«Entonces vino uno de los siete Ángeles que llevaban las siete copas y me habló: «Ven, que te voy a mostrar el juicio de la célebre Ramera, que se sienta sobre grandes aguas,
con ella fornicaron los reyes de la tierra, y los habitantes de la tierra se embriagaron con el vino de su prostitución.»
(Apocalipsis, 17:1-2)
Había visitado la ciudad
en días de calor y alta humedad,
deambulado por sus calles en solitario,
abrazado a mi amada cuando todo empezaba.

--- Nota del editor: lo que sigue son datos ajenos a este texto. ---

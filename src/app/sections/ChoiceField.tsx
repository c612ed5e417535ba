import { type ReactNode, useId } from "react";

/** One choice among a few words. */
export function ChoiceField<T extends string>({
  label,
  value,
  choices,
  onChange,
}: {
  label: ReactNode;
  /** Null where several cases are meant and differ. */
  value: T | null;
  choices: Readonly<Record<T, string>>;
  onChange: (value: T) => void;
}) {
  const id = useId();
  const keys = Object.keys(choices) as T[]; // the record's own keys, which TypeScript widens to string
  return (
    <div className="field">
      <label htmlFor={id}>{label}</label>
      <select
        id={id}
        value={value ?? ""}
        onChange={(event) => {
          const chosen = keys.find((key) => key === event.target.value);
          if (chosen !== undefined) onChange(chosen);
        }}
      >
        {value === null && (
          <option value="" disabled>
            they differ
          </option>
        )}
        {keys.map((key) => (
          <option value={key} key={key}>
            {choices[key]}
          </option>
        ))}
      </select>
    </div>
  );
}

Había hecho una presentación
treinta y cinco plantas por encima
del horrible agujero
de las almas perdidas
y me había sentido estúpidamente
triste y orgulloso.
Había imaginado la vida de
los transeúntes en el parque,
sentado en un banco de hierro y madera
lejos de las miradas,
observando desde la sombra.
Había pasado días sin apenas salir
de una habitación de hotel recurrente
junto a los teatros y el bullicio.
Había pasado noches de luna de miel
en una habitación de hotel
con nombre de presidente,
que acabaría cerrando
con ladrillos tapiando sus vidrieras
y un mendigo a manera de botones
en una puerta oscura.
La vida transcurría en aquella vertiginosa ciudad
veintidós años después.
Sus alegres cenas con compañeros de viaje,
las miradas de ella en aquel restaurante giratorio sobre la isla,
el desfile del orgullo tantos años
casualmente visitado
y el de Halloween en el que
un negro enmascarado blandía una sierra eléctrica
y un tipo canoso sostenía una serpiente blanca y un loro
aferrados a cuello y hombros.
La ciudad había sido el vacío de Bowery Street y Canal Street
al no encontrar los santuarios de vidas pasadas
y el gozo de ver a mi artista preferido
levitar en el Madison.
Lo había sido todo y nada,
el viento peligroso en el observatorio
de una torre nueva junto al río,
el paseo con ella sobre el otro río,
los chinos vendiendo rolex
en carritos de la compra
y comiendo espacio a Little Italy,
la silueta tenebrosa del Toledo del Greco
en el Metropolitan
y el descubrimiento de Rotschild
más allá de las espirales de subida
en el Guggenheim,
pero nunca un zumo y una granola
de yogur, fresas y avena antes de
resguardarme del infierno
y descubrir las señoritas de Avignon
y la noche estrellada
y más bofetadas perfectas de color de Rothko
y los tres músicos
y un sinfín de amigos pintores
de la infancia,
cuando los curas me mostraban láminas de colores,
cromos de cuadros que siempre admiré
y que nunca esperé encontrar por el camino
en una mañana calurosa y húmeda
de inicio de verano
en la que huir para encontrarme por un rato.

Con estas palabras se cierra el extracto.